### RECORD EXTRACTS:
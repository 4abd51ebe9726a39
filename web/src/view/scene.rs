//! Where the nodes of a tree stand on a drawing, and which of them are drawn at all.
//!
//! From the root down, a subtree out of view is left out and one whose slot is thinner than a
//! mark, or that was folded by hand, is drawn as one silhouette. So what a drawing costs follows
//! from its pixels and the depth of the tree, not from the number of nodes.

use std::collections::BTreeSet;

use report::axis::Axis;

use crate::state::pointer::Shared;
use crate::state::span::Span;
use crate::state::tree::Tree;
use crate::view::axis::across;

/// Room above and below the tree, in pixels.
const ROOM: f64 = 9.0;
/// A subtree whose slot is thinner is drawn as a silhouette.
const THIN: f64 = 1.5;
/// How far out of view a node still counts as in view.
const MARGIN: f64 = 12.0;
/// Nodes drawn at most: a chain so deep that its pixels do not bound it ends in a silhouette.
const MOST: usize = 20_000;

/// The whole height of a tree.
pub(crate) const HEIGHTS: Span = (0.0, 1.0);

/// Places of nodes whose subtrees are folded.
pub(crate) type Folded = Shared<BTreeSet<usize>>;

/// What is drawn beside the tree itself.
#[derive(Debug, Clone, PartialEq)]
pub(crate) struct Scene {
    /// The shared axis, or its part in view.
    pub(crate) axis: Axis,
    /// The part of the tree's height in view.
    pub(crate) heights: Span,
    /// Width in pixels.
    pub(crate) width: f64,
    /// Height in pixels.
    pub(crate) height: f64,
    /// The best known value.
    pub(crate) best: Option<f64>,
    /// The root's bound.
    pub(crate) root: Option<f64>,
    /// The bound of the whole tree.
    pub(crate) now: Option<f64>,
    /// The selected node.
    pub(crate) selected: Option<usize>,
    /// Subtrees folded by hand.
    pub(crate) folded: Folded,
    /// Whether the greatest bound is the weakest.
    pub(crate) maximise: bool,
}

/// How a node is drawn.
#[derive(Debug, Clone, Copy, PartialEq)]
pub(crate) enum Kind {
    /// With its mark.
    Mark,
    /// With all that grows from it as a silhouette that reaches so far to the left and to the
    /// right and stands so high.
    Silhouette { from: f64, to: f64, height: f64 },
    /// Out of view: only its edge is.
    Edge,
}

/// A node that is drawn.
#[derive(Debug, Clone, Copy, PartialEq)]
pub(crate) struct Spot {
    /// The node.
    pub(crate) place: usize,
    /// Where it stands.
    pub(crate) at: (f64, f64),
    /// How it is drawn.
    pub(crate) kind: Kind,
}

impl Scene {
    /// Where a node stands.
    pub(crate) fn at(&self, tree: &Tree, place: usize) -> Option<(f64, f64)> {
        let stand = tree.nodes().get(place)?.stand?;
        Some((across(&self.axis, self.width, stand), self.y(tree.height(place))))
    }

    /// Where a share of the tree's height stands.
    fn y(&self, share: f64) -> f64 {
        let (top, bottom) = self.heights;
        ROOM + (share - top) / (bottom - top) * (self.height - 2.0 * ROOM)
    }

    /// The share of the tree's height that stands at a place.
    pub(crate) fn share(&self, y: f64) -> f64 {
        let (top, bottom) = self.heights;
        top + (y - ROOM) / (self.height - 2.0 * ROOM) * (bottom - top)
    }

    /// The nodes to draw, parents before their children.
    pub(crate) fn spots(&self, tree: &Tree) -> Vec<Spot> {
        let mut spots = Vec::new();
        let mut waiting = vec![0];
        while let Some(place) = waiting.pop() {
            let Some(at) = self.at(tree, place) else { continue };
            let kind = self.kind(tree, place, at, spots.len() >= MOST);
            spots.push(Spot { place, at, kind });
            if kind != Kind::Mark {
                continue;
            }
            let mut child = tree.first_child(place);
            while let Some(next) = child {
                waiting.push(next);
                child = tree.next_sibling(next);
            }
        }
        spots
    }

    fn kind(&self, tree: &Tree, place: usize, at: (f64, f64), full: bool) -> Kind {
        let (top, bottom) = tree.slot(place);
        let (top, bottom) = (self.y(top), self.y(bottom));
        let (least, most) = self.reach(tree, place, at.0);
        let out = bottom < -MARGIN
            || top > self.height + MARGIN
            || most < -MARGIN
            || least > self.width + MARGIN;
        if out {
            return Kind::Edge;
        }
        let inner = tree.first_child(place).is_some();
        if inner && (bottom - top < THIN || full || self.folded.contains(&place)) {
            return Kind::Silhouette { from: least, to: most, height: bottom - top };
        }
        Kind::Mark
    }

    /// How far what grows from a node reaches.
    fn reach(&self, tree: &Tree, place: usize, x: f64) -> (f64, f64) {
        let reach = tree.nodes().get(place).and_then(|node| node.reach);
        let Some((low, high)) = reach else { return (x, x) };
        let low = across(&self.axis, self.width, f64::from(low));
        let high = across(&self.axis, self.width, f64::from(high));
        (if low < x { low } else { x }, if high > x { high } else { x })
    }

    /// The drawn node nearest to a point, if one is within reach.
    pub(crate) fn nearest(&self, tree: &Tree, (x, y): (f64, f64), reach: f64) -> Option<usize> {
        let distance = |spot: &Spot| {
            let (dx, dy) = (spot.at.0 - x, spot.at.1 - y);
            dx * dx + dy * dy
        };
        let spots = self.spots(tree).into_iter().filter(|spot| spot.kind != Kind::Edge);
        let near = spots.map(|spot| (distance(&spot), spot.place));
        let nearest =
            near.filter(|(square, _)| *square <= reach * reach).min_by(|a, b| a.0.total_cmp(&b.0));
        nearest.map(|(_, place)| place)
    }
}

#[cfg(test)]
pub(crate) mod tests {
    use super::*;
    use crate::state::tree::tests::{created, small, solved};
    use record::event::NodeState;

    pub(crate) fn scene() -> Scene {
        Scene {
            axis: Axis { low: 0.0, high: 20.0, step: 5.0, whole: (0.0, 20.0) },
            heights: HEIGHTS,
            width: 228.0,
            height: 118.0,
            best: None,
            root: None,
            now: None,
            selected: None,
            folded: Shared::default(),
            maximise: false,
        }
    }

    #[test]
    fn a_point_finds_the_nearest_node_within_reach() {
        let mut tree = small();
        tree.settle();
        assert_eq!(scene().at(&tree, 0), Some((114.0, 59.0)));
        assert_eq!(scene().nearest(&tree, (115.0, 60.0), 12.0), Some(0));
        assert_eq!(scene().nearest(&tree, (114.0, 30.0), 12.0), Some(1));
        assert_eq!(scene().nearest(&tree, (10.0, 10.0), 12.0), None);
    }

    #[test]
    fn what_is_folded_or_out_of_view_is_not_walked() {
        let mut tree = small();
        tree.grow(&[solved(3, NodeState::Branched, Some(15.0)), created(4, 3), created(5, 3)]);
        tree.settle();
        let kinds = |scene: &Scene| -> Vec<(usize, Kind)> {
            scene.spots(&tree).iter().map(|spot| (spot.place, spot.kind)).collect()
        };
        assert!(kinds(&scene()).iter().all(|(_, kind)| *kind == Kind::Mark));
        assert_eq!(kinds(&scene()).len(), 5);
        let folded = Scene { folded: Shared::new(BTreeSet::from([2])), ..scene() };
        let at_two = kinds(&folded).into_iter().find(|(place, _)| *place == 2).unwrap();
        assert!(matches!(at_two.1, Kind::Silhouette { height, .. } if height > 60.0));
        assert_eq!(kinds(&folded).len(), 3);
        let low = Scene { heights: (0.9, 1.0), ..scene() };
        assert!(kinds(&low).contains(&(1, Kind::Edge)));
        assert!((scene().share(scene().y(0.3)) - 0.3).abs() < 1e-12);
    }

    #[test]
    fn the_cost_of_a_drawing_does_not_follow_the_number_of_nodes() {
        let mut tree = Tree::default();
        let mut events = vec![created(1, 0), solved(1, NodeState::Branched, Some(1.0))];
        for node in 2..60_000_u32 {
            events.push(created(node, node / 2));
            events.push(solved(node, NodeState::Branched, Some(1.0 + f64::from(node % 19))));
        }
        tree.grow(&events);
        tree.settle();
        assert!(scene().spots(&tree).len() < 1_000);
        let near = Scene { heights: (0.5, 0.500_2), ..scene() };
        assert!(near.spots(&tree).len() < 1_000);
    }
}
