//! The box that notation is typed into: a text area over the same text in colours, which scrolls
//! in step with it, and what is offered for the command or the name before the caret.

use wasm_bindgen::JsCast;
use web_sys::{Element, HtmlDocument, HtmlTextAreaElement};
use yew::prelude::*;

use crate::state::commands::{Offer, offer};
use crate::state::highlight::{Kind, Piece};
use crate::state::pointer::Shared;

/// Lines shown at least and at most.
const LINES: (usize, usize) = (8, 24);

#[derive(Properties, PartialEq)]
pub(crate) struct BoxProps {
    pub(crate) id: String,
    pub(crate) label: String,
    pub(crate) text: String,
    pub(crate) pieces: Shared<Vec<Piece>>,
    /// Names in scope, which are offered by their first letters.
    pub(crate) names: Shared<Vec<String>>,
    pub(crate) invalid: bool,
    pub(crate) described_by: String,
    pub(crate) area: NodeRef,
    pub(crate) typed: Callback<String>,
    pub(crate) enter: Callback<()>,
    /// Hears where the caret is.
    pub(crate) caret: Callback<u32>,
}

/// The box.
#[component]
pub(crate) fn ScriptBox(props: &BoxProps) -> Html {
    let offered = use_state_eq(|| None::<Offer>);
    let dismissed = use_mut_ref(|| None::<u32>);
    let behind = use_node_ref();
    let look = {
        let (area, offered, dismissed) = (props.area.clone(), offered.setter(), dismissed.clone());
        let (caret, names) = (props.caret.clone(), props.names.clone());
        move || {
            let offer =
                current(&area, &names).filter(|offer| *dismissed.borrow() != Some(offer.start));
            offered.set(offer);
            if let Some((_, end)) = selection(&area) {
                caret.emit(end);
            }
        }
    };
    let oninput = {
        let (look, typed) = (look.clone(), props.typed.clone());
        Callback::from(move |event: InputEvent| {
            let area: HtmlTextAreaElement = event.target_unchecked_into();
            typed.emit(area.value());
            look();
        })
    };
    let onkeydown = {
        let (area, typed, enter) = (props.area.clone(), props.typed.clone(), props.enter.clone());
        let (offered, names) = (offered.setter(), props.names.clone());
        Callback::from(move |event: KeyboardEvent| {
            let Some(key) = Key::of(&event) else { return };
            if key == Key::Use {
                event.prevent_default();
                enter.emit(());
                return;
            }
            let offer = current(&area, &names);
            let offer = offer.filter(|offer| *dismissed.borrow() != Some(offer.start));
            let Some(offer) = offer else { return };
            if key != Key::Space {
                event.prevent_default();
            }
            if key == Key::Dismiss {
                *dismissed.borrow_mut() = Some(offer.start);
                offered.set(None);
            } else if let Some(taken) = offer.taken(key == Key::Tab) {
                replace(&area, (offer.start, offer.end), taken, &typed);
            }
        })
    };
    let onscroll = {
        let (area, behind) = (props.area.clone(), behind.clone());
        Callback::from(move |_: Event| follow(&area, &behind))
    };
    let (onkeyup, onclick) = {
        let (up, click) = (look.clone(), look);
        (Callback::from(move |_: KeyboardEvent| up()), Callback::from(move |_: MouseEvent| click()))
    };
    let onblur = {
        let offered = offered.setter();
        Callback::from(move |_: FocusEvent| offered.set(None))
    };
    html! {
        <>
            <div class="script">
                <pre ref={behind} aria-hidden="true"><code>{ coloured(&props.pieces) }</code>{ "\n" }</pre>
                <textarea
                    ref={props.area.clone()} id={props.id.clone()} aria-label={props.label.clone()}
                    data-testid="notation-text" rows={rows(&props.text)} wrap="off" spellcheck="false"
                    autocomplete="off" autocapitalize="off" value={props.text.clone()}
                    aria-invalid={if props.invalid { "true" } else { "false" }}
                    aria-describedby={props.described_by.clone()}
                    {oninput} {onkeydown} {onkeyup} {onclick} {onblur} {onscroll}
                />
            </div>
            { offers(offered.as_ref()) }
        </>
    }
}

/// What a key press means here.
#[derive(Debug, Clone, Copy, PartialEq, Eq)]
enum Key {
    Space,
    Tab,
    Dismiss,
    Use,
}

impl Key {
    fn of(event: &KeyboardEvent) -> Option<Self> {
        if event.is_composing() || event.alt_key() {
            return None;
        }
        let control = event.ctrl_key() || event.meta_key();
        match event.key().as_str() {
            "Enter" if control => Some(Self::Use),
            _ if control || event.shift_key() => None,
            " " => Some(Self::Space),
            "Tab" => Some(Self::Tab),
            "Escape" => Some(Self::Dismiss),
            _ => None,
        }
    }
}

/// The offer at the caret; none while something is selected.
fn current(area: &NodeRef, names: &[String]) -> Option<Offer> {
    let (start, end) = selection(area)?;
    let text = area.cast::<HtmlTextAreaElement>()?.value();
    if start == end { offer(&text, end, names) } else { None }
}

fn selection(area: &NodeRef) -> Option<(u32, u32)> {
    let area = area.cast::<HtmlTextAreaElement>()?;
    Some((area.selection_start().ok()??, area.selection_end().ok()??))
}

/// Puts a text in place of a range, so that the browser's own Undo knows of it.
pub(crate) fn replace(area: &NodeRef, range: (u32, u32), text: &str, typed: &Callback<String>) {
    let Some(area) = area.cast::<HtmlTextAreaElement>() else { return };
    select(&area, range);
    let document = gloo_utils::document().dyn_into::<HtmlDocument>().ok();
    let done = document.and_then(|document| {
        document.exec_command_with_show_ui_and_value("insertText", false, text).ok()
    });
    if done != Some(true) && area.set_range_text_with_start_and_end(text, range.0, range.1).is_ok()
    {
        typed.emit(area.value());
    }
}

/// Focuses the box and selects a range of it.
pub(crate) fn select(area: &HtmlTextAreaElement, (start, end): (u32, u32)) {
    // A box that is gone or a place beyond its end leaves nothing to select.
    let _ = area.focus();
    let _ = area.set_selection_range(start, end);
}

fn follow(area: &NodeRef, behind: &NodeRef) {
    if let (Some(area), Some(behind)) = (area.cast::<Element>(), behind.cast::<Element>()) {
        behind.set_scroll_top(area.scroll_top());
        behind.set_scroll_left(area.scroll_left());
    }
}

fn rows(text: &str) -> String {
    (text.lines().count() + 1).clamp(LINES.0, LINES.1).to_string()
}

fn coloured(pieces: &[Piece]) -> Html {
    let span = |piece: &Piece| {
        let kind = match piece.kind {
            Kind::Plain => None,
            Kind::Comment => Some("comment"),
            Kind::Datum => Some("datum"),
            Kind::Variable => Some("variable"),
            Kind::Label => Some("label"),
            Kind::Part => Some("part"),
        };
        let marked = piece.marked.map(|error| if error { "error" } else { "warning" });
        html! { <span class={classes!(kind, marked)}>{ piece.text.clone() }</span> }
    };
    pieces.iter().map(span).collect()
}

fn offers(offer: Option<&Offer>) -> Html {
    html! {
        <p class="offers" data-testid="offers" aria-live="polite">
            if let Some(offer) = offer {
                for (place, choice) in offer.choices.iter().enumerate() {
                    <span>
                        <b>{ choice.text.clone() }</b>
                        if !choice.command.is_empty() { { format!(" \\{}", choice.command) } }
                        if place == 0 { { ": Tab, or Escape to keep it as it is" } }
                    </span>
                }
            }
        </p>
    }
}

### ACTION ITEM:
Copy every line in the listing above where the string "look" turns up.

### WRITTEN REPLY:
    let look = {
        let (look, typed) = (look.clone(), props.typed.clone());
            look();
        let (up, click) = (look.clone(), look);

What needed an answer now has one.